An Undiscovered Country
Voss comes to Australia because he regards it as a country of infinite possibility, in which there are magnificent discoveries to be made. When Mr. Bonner asks him if he has studied a map of the country, he responds that he will have to draw one first. This is a reasonable point, as nobody knows quite what Voss will find when he ventures into the interior. Mr. Pringle ventures a conventional guess when he says he thinks Voss will find nothing but “a few black-fellars, and a few flies, and something resembling the bottom of the sea.” Voss’s response is to ask if Mr. Pringle has ever walked on the bottom of the sea. Voss himself has not, and regards such new experiences as one of the joys of exploration.
When he first meets Frank Le Mesurier, Voss unhesitatingly tells him that he has come to Australia to cross the continent and that he intends to know it with his heart.
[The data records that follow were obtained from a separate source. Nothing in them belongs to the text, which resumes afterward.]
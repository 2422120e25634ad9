//! Errors as RFC 9457 problem details (`application/problem+json`), built in one place.
//!
//! Every refusal the API makes goes through [`Problem`]. Field-level validation failures carry
//! an `errors` member listing each field and the rule it broke. 5xx bodies never show
//! internals: the cause is logged, the caller gets a generic detail.

use axum::http::{header, HeaderValue, StatusCode};
use axum::response::{IntoResponse, Response};
use serde::Serialize;

use crate::registry::{RollbackError, SignOffError};
use crate::scheduler::RetrainError;
use crate::schema::{FieldError, RowError};
use crate::store::StoreError;

#[derive(Debug, Clone, Serialize)]
pub struct Problem {
    #[serde(rename = "type")]
    pub kind: String,
    pub title: &'static str,
    #[serde(serialize_with = "status_code")]
    pub status: StatusCode,
    pub detail: String,
    #[serde(skip_serializing_if = "Vec::is_empty")]
    pub errors: Vec<FieldError>,
    #[serde(skip)]
    pub retry_after: Option<u32>,
}

fn status_code<S: serde::Serializer>(status: &StatusCode, s: S) -> Result<S::Ok, S::Error> {
    s.serialize_u16(status.as_u16())
}

impl Problem {
    /// A problem of kind `slug` (its `type` is `/problems/<slug>`).
    pub fn new(
        status: StatusCode,
        slug: &str,
        title: &'static str,
        detail: impl Into<String>,
    ) -> Problem {
        Problem {
            kind: format!("/problems/{slug}"),
            title,
            status,
            detail: detail.into(),
            errors: vec![],
            retry_after: None,
        }
    }

    pub fn invalid(errors: RowError) -> Problem {
        let detail = errors.to_string();
        let mut problem = Problem::new(
            StatusCode::UNPROCESSABLE_ENTITY,
            "invalid-input",
            "Invalid input",
            detail,
        );
        problem.errors = errors.0;
        problem
    }

    pub fn invalid_field(field: &str, rule: impl Into<String>) -> Problem {
        Problem::invalid(RowError(vec![FieldError {
            field: field.into(),
            rule: rule.into(),
        }]))
    }

    /// 401: no key, or one the service does not know.
    pub fn unauthorized() -> Problem {
        Problem::new(
            StatusCode::UNAUTHORIZED,
            "unauthorized",
            "Unauthorized",
            "send a valid API key as `Authorization: Bearer <key>`",
        )
    }

    pub fn not_found(detail: impl Into<String>) -> Problem {
        Problem::new(StatusCode::NOT_FOUND, "not-found", "Not found", detail)
    }

    /// 405: the path exists but not with this method (the response's `Allow` lists those).
    pub fn method_not_allowed() -> Problem {
        Problem::new(
            StatusCode::METHOD_NOT_ALLOWED,
            "method-not-allowed",
            "Method not allowed",
            "this path does not take that method; the Allow header lists the ones it takes",
        )
    }

    pub fn no_active_model() -> Problem {
        Problem::new(
            StatusCode::SERVICE_UNAVAILABLE,
            "no-active-model",
            "No active model",
            "no model is active yet: load labeled examples (POST /v1/examples or `understudy import`) \
             and start a run (POST /v1/retrain), or send outcomes until the schedule starts one",
        )
        .retry_after(30)
    }

    /// A server-side failure: logged with its cause, shown without it.
    pub fn internal(cause: impl std::fmt::Display) -> Problem {
        let _request = super::request_log::current().entered();
        tracing::error!(cause = %cause, "internal error");
        Problem::new(
            StatusCode::INTERNAL_SERVER_ERROR,
            "internal",
            "Internal error",
            "the request failed inside the service; see its logs",
        )
    }

    /// Names the one field the problem is about and the rule it broke (the `errors` member).
    pub fn naming(mut self, field: impl Into<String>, rule: impl Into<String>) -> Problem {
        self.errors = vec![FieldError {
            field: field.into(),
            rule: rule.into(),
        }];
        self
    }

    pub fn retry_after(mut self, seconds: u32) -> Problem {
        self.retry_after = Some(seconds);
        self
    }
}

impl IntoResponse for Problem {
    fn into_response(self) -> Response {
        let body = serde_json::to_vec(&self).unwrap_or_default();
        let mut response = (self.status, body).into_response();
        let headers = response.headers_mut();
        headers.insert(
            header::CONTENT_TYPE,
            HeaderValue::from_static("application/problem+json"),
        );
        if let Some(seconds) = self.retry_after {
            headers.insert(header::RETRY_AFTER, HeaderValue::from(seconds));
        }
        if self.status == StatusCode::UNAUTHORIZED {
            headers.insert(header::WWW_AUTHENTICATE, HeaderValue::from_static("Bearer"));
        }
        response
    }
}

impl From<crate::reproduce::ReproduceError> for Problem {
    fn from(e: crate::reproduce::ReproduceError) -> Problem {
        use crate::reproduce::ReproduceError;
        match e {
            ReproduceError::UnknownRun(_) => Problem::not_found(e.to_string()),
            ReproduceError::NoProvenance(_) | ReproduceError::MissingModel { .. } => Problem::new(
                StatusCode::CONFLICT,
                "not-reproducible",
                "Run cannot be re-fitted",
                e.to_string(),
            ),
            ReproduceError::Store(e) => e.into(),
        }
    }
}

impl From<StoreError> for Problem {
    fn from(e: StoreError) -> Problem {
        match e {
            StoreError::UnknownScore(_) => Problem::new(
                StatusCode::NOT_FOUND,
                "unknown-score",
                "Unknown score id",
                e.to_string(),
            ),
            StoreError::ConflictingLabel { .. } => Problem::new(
                StatusCode::CONFLICT,
                "conflicting-label",
                "Conflicting label",
                e.to_string(),
            ),
            StoreError::Unavailable(_) => {
                let _request = super::request_log::current().entered();
                tracing::error!(error = %e, "store write failed");
                Problem::new(
                    StatusCode::SERVICE_UNAVAILABLE,
                    "store-unavailable",
                    "Store unavailable",
                    "the store cannot write right now; nothing was recorded, retry later",
                )
                .retry_after(5)
            }
            StoreError::Locked { .. }
            | StoreError::NewerLayout { .. }
            | StoreError::NewerSchema { .. }
            | StoreError::Corrupt(_)
            | StoreError::ScoreOrder { .. } => Problem::internal(e),
        }
    }
}

impl From<crate::store::recorder::RecorderFull> for Problem {
    fn from(e: crate::store::recorder::RecorderFull) -> Problem {
        let _request = super::request_log::current().entered();
        tracing::warn!(error = %e, "score refused: no room for its record");
        Problem::new(
            StatusCode::SERVICE_UNAVAILABLE,
            "records-backlogged",
            "Score records backlogged",
            format!("{e}; nothing was scored, retry shortly"),
        )
        .retry_after(1)
    }
}

impl From<RetrainError> for Problem {
    fn from(e: RetrainError) -> Problem {
        match e {
            RetrainError::QueueFull => Problem::new(
                StatusCode::TOO_MANY_REQUESTS,
                "queue-full",
                "Run queue full",
                e.to_string(),
            )
            .retry_after(60),
            RetrainError::ShuttingDown => Problem::new(
                StatusCode::SERVICE_UNAVAILABLE,
                "shutting-down",
                "Shutting down",
                e.to_string(),
            ),
            RetrainError::Store(e) => e.into(),
        }
    }
}

impl From<RollbackError> for Problem {
    fn from(e: RollbackError) -> Problem {
        match e {
            RollbackError::NothingToRollBackTo
            | RollbackError::AlreadyActive(_)
            | RollbackError::NeverActive(_)
            | RollbackError::Incompatible(_) => Problem::new(
                StatusCode::CONFLICT,
                "rollback-refused",
                "Rollback refused",
                e.to_string(),
            ),
            RollbackError::UnknownModel(_) => Problem::not_found(e.to_string()),
            RollbackError::Store(e) => e.into(),
        }
    }
}

impl From<SignOffError> for Problem {
    fn from(e: SignOffError) -> Problem {
        let detail = e.to_string();
        match e {
            SignOffError::NotWaiting { .. } => Problem::new(
                StatusCode::NOT_FOUND,
                "not-waiting",
                "No such candidate waits",
                detail,
            ),
            SignOffError::FourEyes { .. } => Problem::new(
                StatusCode::FORBIDDEN,
                "four-eyes",
                "Another operator must approve",
                detail,
            ),
            SignOffError::Stale { .. } => Problem::new(
                StatusCode::CONFLICT,
                "stale-candidate",
                "Candidate is stale",
                detail,
            ),
            SignOffError::Frozen { .. } => {
                Problem::new(StatusCode::CONFLICT, "frozen", "Promotions frozen", detail)
            }
            SignOffError::Expired { .. } => Problem::new(
                StatusCode::CONFLICT,
                "sign-off-expired",
                "Sign-off expired",
                detail,
            ),
            SignOffError::MissingCandidate(_) | SignOffError::Incompatible(_) => Problem::new(
                StatusCode::CONFLICT,
                "candidate-unusable",
                "Candidate cannot be served",
                detail,
            ),
            SignOffError::Store(e) => Problem::from(e),
        }
    }
}
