impl tower::Service<Request> for App {
    type Response = Response;
    type Error = std::convert::Infallible;
    type Future = std::pin::Pin<
        Box<dyn std::future::Future<Output = Result<Response, std::convert::Infallible>> + Send>,
    >;

    fn poll_ready(
        &mut self,
        _: &mut std::task::Context<'_>,
    ) -> std::task::Poll<Result<(), Self::Error>> {
        // The router is always ready.
        std::task::Poll::Ready(Ok(()))
    }

    fn call(&mut self, request: Request) -> Self::Future {
        let door = Arc::clone(&self.door);
        Box::pin(async move { Ok(observe(door, request).await) })
    }
}

/// The application over the running service's parts: the router behind the front door.
pub fn router(service: Arc<ApiState>) -> App {
    let in_flight = tokio::sync::Semaphore::new(service.config.server.max_in_flight);
    let mut router = Router::new();
    let routes = routes();
    let templates = Templates::new(&routes);
    for route in routes {
        router = router.route(route.path, route.handler);
    }
    let router = router
        // A known path called with a method it does not take: a problem like every other
        // error (axum still adds the `Allow` header listing the methods the path takes).
        .method_not_allowed_fallback(|| async { problem::Problem::method_not_allowed() })
        .fallback(|| async { problem::Problem::not_found("no such route; see openapi.yaml") })
        .with_state(Arc::clone(&service));
    App {
        door: Arc::new(FrontDoor {
            telemetry: Arc::clone(&service.telemetry),
            in_flight,
            timeout: service.config.server.request_timeout,
            keyring: Arc::clone(&service.keyring),
            templates,
            service: Arc::clone(&service),
            router,
        }),
    }
}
However, he adds that it is impossible for him to say why he is “pursued by this necessity.” As he talks to Le Mesurier it becomes clear that although Voss cannot communicate precisely why he wants to cross the interior of the continent, he finds a grandeur in this objective that satisfies both the egotist and the visionary in him. He has come from Europe, a continent where countries are small, densely populated, and intimately known, to a place of extremes, where a man can “discard the inessential” and “attempt the infinite.”
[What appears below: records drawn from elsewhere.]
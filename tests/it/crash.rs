//! Kills and stops of the real binary.
//!
//! `sigkill_at_seeded_moments_loses_no_acknowledged_write` drives concurrent outcomes,
//! examples and score requests plus operator retrains and rollbacks against the binary, kills
//! it with SIGKILL at moments chosen by a seeded generator (aimed at training runs, rollbacks
//! and the shadow's live gate as well as at random), and after each kill opens the store from
//! disk and restarts the binary on it: every write that got a 2xx must be there exactly once,
//! the active model must be the one the promotion log says, and a shadowing candidate must
//! keep its shadowed outcomes.
//!
//! `an_approval_killed_at_seeded_moments_*` kills the binary just after an operator's
//! sign-off was sent: after a restart the candidate is served and the approval logged once,
//! or neither (it still waits), never twice.
//!
//! `sigterm_under_load_*` stops the binary with SIGTERM while clients write, a request hangs
//! half-sent and a long run trains: it must exit 0 within a bound, having stored every
//! acknowledged write and logged the run it abandoned.
//!
//! The binary is the debug one cargo builds unless `UNDERSTUDY_CRASH_BIN` names another;
//! `UNDERSTUDY_CRASH_CYCLES` (default 20) sets the number of kills, `UNDERSTUDY_CRASH_SEED`
//! the seed. A long run:
//!
//! ```sh
//! cargo build --release
//! UNDERSTUDY_CRASH_BIN=target/release/understudy UNDERSTUDY_CRASH_CYCLES=200 \
//!     cargo test --test it crash -- --nocapture
//! ```

use std::collections::{HashMap, HashSet, VecDeque};
use std::io::{BufRead, BufReader};
use std::path::{Path, PathBuf};
use std::process::{Child, Command, ExitStatus, Stdio};
use std::sync::atomic::{AtomicBool, Ordering};
use std::sync::{Arc, Mutex};
use std::time::{Duration, Instant};
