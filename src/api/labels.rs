//! `POST /v1/outcomes` and `POST /v1/examples`: labels in, durable before the 2xx.

use std::sync::Arc;

use axum::extract::State;
use axum::http::StatusCode;
use axum::response::{IntoResponse, Response};
use axum::Json;
use serde::de::Error as _;
use serde::{Deserialize, Deserializer};
use serde_json::json;
use serde_json::value::RawValue;

use super::blocking;
use super::json::ApiJson;
use super::problem::Problem;
use super::ApiState;
use crate::ingest;
use crate::schema::RowError;
use crate::store::{NewOutcome, OutcomeAck};
use crate::time::now_ms;

#[derive(Deserialize)]
#[serde(deny_unknown_fields)]
pub(super) struct OutcomeRequest {
    score_id: String,
    #[serde(deserialize_with = "label_number")]
    label: f64,
    /// Monitoring attributes (`monitoring.attributes`), stored on the example the outcome
    /// makes: known when the outcome is, never features.
    #[serde(default)]
    monitoring: crate::ingest::Monitoring,
}

#[derive(Deserialize)]
#[serde(deny_unknown_fields)]
pub(super) struct ExampleRequest {
    /// Kept as JSON text for the streaming parser, which refuses a name given twice (a map
    /// would keep the last silently) and a number beyond f64 as that feature's error.
    features: Box<RawValue>,
    #[serde(deserialize_with = "label_number")]
    label: f64,
    event_time: String,
    #[serde(default)]
    id: Option<String>,
    /// Monitoring attributes (`monitoring.attributes`): stored, never features.
    #[serde(default)]
    monitoring: crate::ingest::Monitoring,
}

/// A label is a JSON number: `"1"`, `true` and `null` are refused by name, and a number
/// beyond f64 (`1e999`) is refused as such rather than as malformed JSON.
fn label_number<'de, D: Deserializer<'de>>(d: D) -> Result<f64, D::Error> {
    let raw = Box::<RawValue>::deserialize(d)?;
    let text = raw.get();
    if let Some(b'-' | b'0'..=b'9') = text.as_bytes().first() {
        return text
            .parse::<f64>()
            .ok()
            .filter(|v| v.is_finite())
            .ok_or_else(|| D::Error::custom("must be a finite number within f64 range"));
    }
    let kind = match text.as_bytes().first() {
        Some(b'"') => "a string",
        Some(b't' | b'f') => "a boolean",
        Some(b'n') => "null",
        Some(b'[') => "an array",
        _ => "an object",
    };
    Err(D::Error::custom(format!(
        "must be a JSON number, got {kind}"
    )))
}

pub(super) async fn outcome(
    State(service): State<Arc<ApiState>>,
    ApiJson(request): ApiJson<OutcomeRequest>,
) -> Result<Response, Problem> {
    if let Err(rule) = service.schema.label_rule().check(request.label) {
        return Err(Problem::invalid_field("label", rule));
    }
    if request.score_id.is_empty() || request.score_id.len() > 64 {
        return Err(Problem::invalid_field(
            "score_id",
            "must be 1-64 characters",
        ));
    }
    let OutcomeRequest {
        score_id,
        label,
        monitoring,
    } = request;
    let monitoring =
        ingest::outcome_monitoring(&service.schema, monitoring).map_err(Problem::invalid)?;
    let ack = service
        .outcomes
        .write(NewOutcome {
            score_id: score_id.clone(),
            label,
            at: now_ms(),
            monitoring,
        })
        .await?;
    let duplicate = ack == OutcomeAck::Duplicate;
    if !duplicate {
        // Score ids are ULIDs: their first 48 bits are the score's time in milliseconds.
        let lag = ulid::Ulid::from_string(&score_id)
            .ok()
            .map(|id| (now_ms() - id.timestamp_ms() as i64) as f64 / 1000.0);
        service.telemetry.observe_outcome(lag);
        service.retrainer.note_labels(1);
        if service.registry.shadow().is_some() {
            service.retrainer.note_shadow_outcome();
        }
    }
    let status = if duplicate {
        StatusCode::OK
    } else {
        StatusCode::CREATED
    };
    Ok((
        status,
        Json(json!({"score_id": score_id, "label": label, "duplicate": duplicate})),
    )
        .into_response())
}

pub(super) async fn examples(
    State(service): State<Arc<ApiState>>,
    ApiJson(rows): ApiJson<Vec<ExampleRequest>>,
) -> Result<Response, Problem> {
    let max = service.config.server.max_batch;
    if rows.is_empty() || rows.len() > max {
        return Err(Problem::invalid_field(
            super::json::BODY,
            format!(
                "send 1 to {max} examples (server.max_batch), got {}",
                rows.len()
            ),
        ));
    }
    let mut examples = Vec::with_capacity(rows.len());
    let mut errors = Vec::new();
    for (i, row) in rows.iter().enumerate() {
        match ingest::example_from_text(
            &service.schema,
            row.features.get(),
            row.label,
            &row.event_time,
            row.id.as_deref(),
            row.monitoring.clone(),
        ) {
            Ok(example) => examples.push(example),
            Err(e) => errors.extend(e.prefixed(&format!("[{i}].")).0),
        }
    }
    if !errors.is_empty() {
        return Err(Problem::invalid(RowError(errors)));
    }
    let store = Arc::clone(&service.store);
    let ack = blocking(move || store.put_examples(&examples)).await?;
    service.retrainer.note_labels(ack.inserted as u64);
    Ok((StatusCode::OK, Json(ack)).into_response())
}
Voss’s thirst to discover Australia is greater than that of anyone else in the novel, and his curiosity remains undiminished throughout all manner of hardships and dangers. It is his eagerness to understand the native people and his contempt for safety that leads him to underestimate the danger he is in. However, Voss, though an extreme case, is not unique. Colonel Hebden also has “the insatiable desire for perpetual motion through the unpleasanter portions of Australia” and has no trouble finding four like-minded friends when he decides to go into the bush in search of Voss. The majority of the novel is set in the 1840s, a golden age of exploration when Captain Cook was still within living memory, and Australia posed an irresistible challenge to the world’s most intrepid adventurers.